Encouraging Fundamentals Ahead

Byrna is focusing on growth investments, which may pressure profitability in the short term. However, the company remains debt-free, highly profitable, and continues to show strong revenue growth along with promising market potential.

Analysts estimate Byrna’s earnings for fiscal 2025 at 31 cents, unchanged from the previous year. Earnings for 2026 are projected to rise by 58% year-over-year.

The company’s sales are anticipated to grow by 29.4% in fiscal 2025 and by 17.2% in fiscal 2026.

This optimistic outlook is supported by recent upward revisions. In the past 30 days, two estimates for fiscal 2025 earnings were revised up, with no downward revisions.
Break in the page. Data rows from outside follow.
/**
 * Redis memory after a fanned-out Monte Carlo job: once the parent has combined the samples and stored the plan,
 * no batch job and no copy of the samples is left in Redis, and what the finished job keeps stays within the
 * documented per-job budget (REDIS_BYTES_PER_JOB, README "Limits"). Memory is Redis's own MEMORY USAGE of each key
 * (Redis command reference). Real Redis, in-process worker, SQLite archive.
 */
import { afterAll, beforeAll, describe, expect, it } from 'vitest';
import { REDIS_BYTES_PER_JOB } from '../../queue/index.ts';
import { startService, waitForJob, type TestService } from '../harness/service.ts';
import { keysOf as keysOfRedis, reachableProblem, submission } from './fixtures.ts';

let svc: TestService;
beforeAll(async () => {
  svc = await startService();
  await svc.startWorkerInProcess({ concurrency: 1, fanOutMinSamples: 40, batchSize: 100 });
});
afterAll(async () => { await svc?.close(); });

const keysOf = (pattern: string): Promise<string[]> => keysOfRedis(svc.api.deps.queue.redis, pattern);

describe('Redis memory of a fanned-out Monte Carlo job', () => {
  describe('when a 1,000-sample job has run as 10 batches and completed', () => {
    it('should leave no batch jobs or sample copies behind, and stay within the per-job budget', async () => {
      const res = await svc.request('POST', '/v1/jobs', { token: svc.tokens.submitter, body: submission(reachableProblem({ samples: 1_000, seed: 99, name: 'MEMSAT' })) });
      expect(res.status).toBe(202);
      const jobId = res.body.jobId as string;
      const end = await waitForJob(svc, jobId, (s) => s.state === 'completed' || s.state === 'failed', 180_000);
      expect(end.state).toBe('completed');
      expect(end.result.planId).toBeTruthy();

      expect(await keysOf(`${svc.prefix}:*-mc-*`)).toEqual([]);
      expect(await keysOf(`${svc.prefix}:retarget:${jobId}:processed`)).toEqual([]);
      const jobKeys = await keysOf(`${svc.prefix}:retarget:${jobId}*`);
      expect(jobKeys).toContain(`${svc.prefix}:retarget:${jobId}`);
      const redis = svc.api.deps.queue.redis;
      let bytes = 0;
      for (const key of jobKeys) bytes += Number(await redis.call('MEMORY', 'USAGE', key, 'SAMPLES', '0'));
      expect(bytes, `keys ${jobKeys.join(', ')}`).toBeLessThan(REDIS_BYTES_PER_JOB);
      // The plan is still served (from the archive) after its samples left Redis.
      const plan = await svc.request('GET', `/v1/plans/${end.result.planId}`, { token: svc.tokens.reviewer });
      expect(plan.body.plan.dispersion.monteCarlo.samples).toBe(1_000);
    }, 240_000);
  });
});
The consensus estimate for fiscal 2025 earnings has seen a 10.7% increase during this timeframe. Similarly, two estimates for fiscal 2026 earnings have been adjusted upwards, with no downward changes. The consensus for fiscal 2026 earnings has increased by 29% in this period.

BYRN: A Buy Recommendation

BYRN shows promise as a growth investment, bolstered by robust brand momentum and an expanding market presence. The company’s strategic use of celebrity endorsements and broad media outreach has enhanced its visibility and ramped up demand for its innovative, less-lethal solutions. Byrna’s commitment to broadening its product range and creating local and international partnerships reveals a forward-thinking strategy aligned with market trends, placing it in a strong position for sustained growth.

Moreover, Byrna’s solid liquidity and effective resource management establish a strong foundation that supports its growth initiatives. With plans to further expand retail locations, enhance the supply chain, and launch new products, Byrna is well-equipped to meet increasing demand. For investors seeking high-growth potential and a strategic outlook, Byrna Technologies appears to be a strong Buy, underpinned by promising indicators of continued success.

BYRN currently holds a Zacks Rank of #1 (Strong Buy).